Jorge Berges, el médico quilmeño condenado a prisión perpetua por delitos de lesa humanidad, murió en las últimas horas mientras cumplía prisión domiciliaria en su casa ubicada sobre la calle Madres de Plaza de Mayo (ex Magallanes) al 1.400 de Quilmes Oeste.

Berges fue uno de los médicos que integró el aparato represivo del terrorismo de Estado. Durante la dictadura, “asistía” a personas detenidas en centros clandestinos de detención, donde tuvo un rol activo en torturas, además de haber sido condenado por delitos sexuales, apropiación de bebés nacidos en cautiverio y otros crímenes de lesa humanidad.

Por estos hechos fue juzgado y condenado a la pena máxima, aunque cumplía la condena bajo el régimen de arresto domiciliario por razones de salud.
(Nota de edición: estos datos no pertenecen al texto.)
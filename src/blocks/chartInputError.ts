// The error of a chart builder: an input it cannot draw meaningfully (the block library's own, so blocks need nothing from the report).
import type { CodesStartingWith } from '../diagnostics/codes.ts';
import { Problem } from '../diagnostics/diagnostic.ts';

export type ChartInputErrorCode = CodesStartingWith<'chart-input-'>;

/** An engineering input to a chart builder that cannot be drawn meaningfully. */
export class ChartInputError extends Problem {
  override readonly name = 'ChartInputError';
  declare readonly code: ChartInputErrorCode;

  constructor(code: ChartInputErrorCode, details: { quantity: string; value: number | string; allowed: string; hint: string }) {
    const message = `${details.quantity} = ${String(details.value)} is not usable for the chart (allowed: ${details.allowed})`;
    super(
      { code, message, hint: details.hint, quantity: details.quantity, expected: details.allowed, actual: details.value },
      { message: `${message}. ${details.hint}` },
    );
  }
}
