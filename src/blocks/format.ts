// How numbers and quantities are written in a report: significant figures, units, never NaN.

export const DEFAULT_DIGITS = 4;

/** `value` to `digits` significant figures; exponent form only outside 1e-4 .. 1e9. */
export function formatNumber(value: number, digits = DEFAULT_DIGITS): string {
  if (!Number.isFinite(value)) throw new RangeError(`cannot format the non-finite number ${value}`);
  if (value === 0) return '0';
  const magnitude = Math.abs(value);
  if (magnitude < 1e-4 || magnitude >= 1e9) {
    const [mantissa, exponent] = value.toExponential(digits - 1).split('e');
    return `${mantissa}×10^${Number(exponent)}`;
  }
  const text = value.toPrecision(digits);
  // toPrecision falls into exponent form for large integers; write them out instead.
  const plain = text.includes('e') ? String(Number(text)) : text;
  return plain === '-0' ? '0' : plain;
}

/** Unit words a study types (the unit parser reads them) and the symbols the trade prints for them. */
const UNIT_SYMBOLS: Readonly<Record<string, string>> = { ohm: 'Ω', ohms: 'Ω', kohm: 'kΩ', Mohm: 'MΩ', mohm: 'mΩ', deg: '°' };
/** The micro prefix typed as "u" (uS, uF, uH, us): printed µ. */
const TYPED_MICRO = /^u(?=[SFHsAVmW]$|[SFHsAVmW]\b)/;

/** A unit as the trade writes it: "ohm/km" as Ω/km, "uS/km" as µS/km, "deg" as °; "kV rms" and "kV peak" as they are. */
export function displayUnit(unit: string): string {
  return unit.replace(/[A-Za-z]+/g, (word) => UNIT_SYMBOLS[word] ?? word.replace(TYPED_MICRO, 'µ'));
}

/** A value with its unit, as a reader expects it: "123.4 Mvar", "1.05 pu", "12 %", "30°", "255 Ω". */
export function formatQuantity(value: number | string | boolean, unit = '', digits = DEFAULT_DIGITS): string {
  const text = typeof value === 'number' ? formatNumber(value, digits) : typeof value === 'boolean' ? (value ? 'yes' : 'no') : value;
  if (!unit) return text;
  const shown = displayUnit(unit);
  // A plane angle's degree sign follows the number without a space (SI Brochure, 9th ed., 5.4.3, from memory).
  return shown === '°' ? `${text}°` : `${text} ${shown}`;
}

/**
 * The one format of a table column's numbers, so that a column reads at one resolution ("50.0" beside "100.0", "0.98"
 * beside "1.15"): the decimals that give its largest value `digits` significant figures, one more if a smaller value
 * would otherwise keep fewer than `digits - 1`. A column that spans more decades than that (mixed quantities, values
 * near zero) or needs exponent form keeps each value's own significant figures rather than lose any.
 */
export function columnFormat(values: readonly number[], digits = DEFAULT_DIGITS): (value: number) => string {
  const own = (value: number) => formatNumber(value, digits);
  const magnitudes = values.filter((value) => value !== 0 && Number.isFinite(value)).map((value) => Math.abs(value));
  if (magnitudes.length === 0) return own;
  const largest = Math.max(...magnitudes);
  if (largest < 1e-4 || largest >= 1e9) return own;
  // Exponents of the rounded values: 9.996 to three figures is 10.0, one decimal, not two.
  const exponent = (magnitude: number) => Math.floor(Math.log10(Number(magnitude.toPrecision(digits))));
  const byLargest = Math.max(0, digits - 1 - exponent(largest));
  const needed = Math.max(byLargest, digits - 2 - exponent(Math.min(...magnitudes)));
  if (needed > byLargest + 1) return own;
  return (value) => {
    if (!Number.isFinite(value)) throw new RangeError(`cannot format the non-finite number ${value}`);
    const text = value.toFixed(needed);
    return /^-0(\.0*)?$/.test(text) ? text.slice(1) : text;
  };
}

/** A stated number (a limit, a setting) at most `digits` significant figures, without padding zeros: "1 km", "0.95 pu". */
export function formatStated(value: number, digits = DEFAULT_DIGITS): string {
  if (!Number.isFinite(value)) throw new RangeError(`cannot format the non-finite number ${value}`);
  const magnitude = Math.abs(value);
  if (value !== 0 && (magnitude < 1e-4 || magnitude >= 1e9)) {
    const [mantissa, exponent] = Number(value.toPrecision(digits)).toExponential().split('e');
    return `${mantissa}×10^${Number(exponent)}`;
  }
  return String(Number(value.toPrecision(digits)));
}

/** A criterion's limits in words, as the report shows them and the seal signs them: "0.95 to 1.05 pu", "at most 800 km". */
export function formatLimits(limits: { min?: number; max?: number; unit: string; digits: number }): string {
  // Limits are stated numbers, not computed ones: no padding zeros ("1 km", not "1.000 km").
  const show = (value: number) => formatQuantity(formatStated(value, limits.digits), limits.unit);
  if (limits.min !== undefined && limits.max !== undefined) return `${show(limits.min)} to ${show(limits.max)}`;
  if (limits.min !== undefined) return `at least ${show(limits.min)}`;
  return `at most ${show(limits.max as number)}`;
}

/** A count as a reader reads it in a message or a limit: "100,000 cells". */
export function formatCount(value: number): string {
  return COUNT_FORMAT.format(value);
}

const COUNT_FORMAT = new Intl.NumberFormat('en-GB');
Expulsado del Círculo Médico

Como sanitarista fue expulsado del Círculo Médico de Quilmes a mediados de los años 80 en una asamblea presidida por el entonces titular, doctor Eduardo Penhos, de enorme compromiso con los derechos humanos.

El doctor Penhos presidía el CMQ cuando en 1987 el torturador Jorge Bergés solicitó su reingreso a la entidad. Penhos llamó a una asamblea extraordinaria de afiliados, y pese a que patrulleros rodearon la entidad de manera intimidatoria, realizaron el cónclave y la consiguiente votación. Bajo la decidida conducción de Penhos, 170 médicos rechazaron la reincorporación del médico torturador.

DE MAGALLANES A MADRES DE PLAZA DE MAYO

Berges residía en la calle Madres de Plaza de Mayo, ex Magallanes. El cambio de denominación de la calle fue dispuesto por el Concejo Deliberante de Quilmes con el objetivo de visibilizar que en ese domicilio residía un genocida condenado, en una clara señal de repudio social a los crímenes cometidos durante la última dictadura cívico-militar.

La muerte de Berges se produjo sin que haya aportado información sobre el destino de personas desaparecidas ni sobre los niños y niñas apropiados durante el terrorismo de Estado, una deuda que permanece abierta con la sociedad argentina y con las banderas de Memoria, Verdad y Justicia.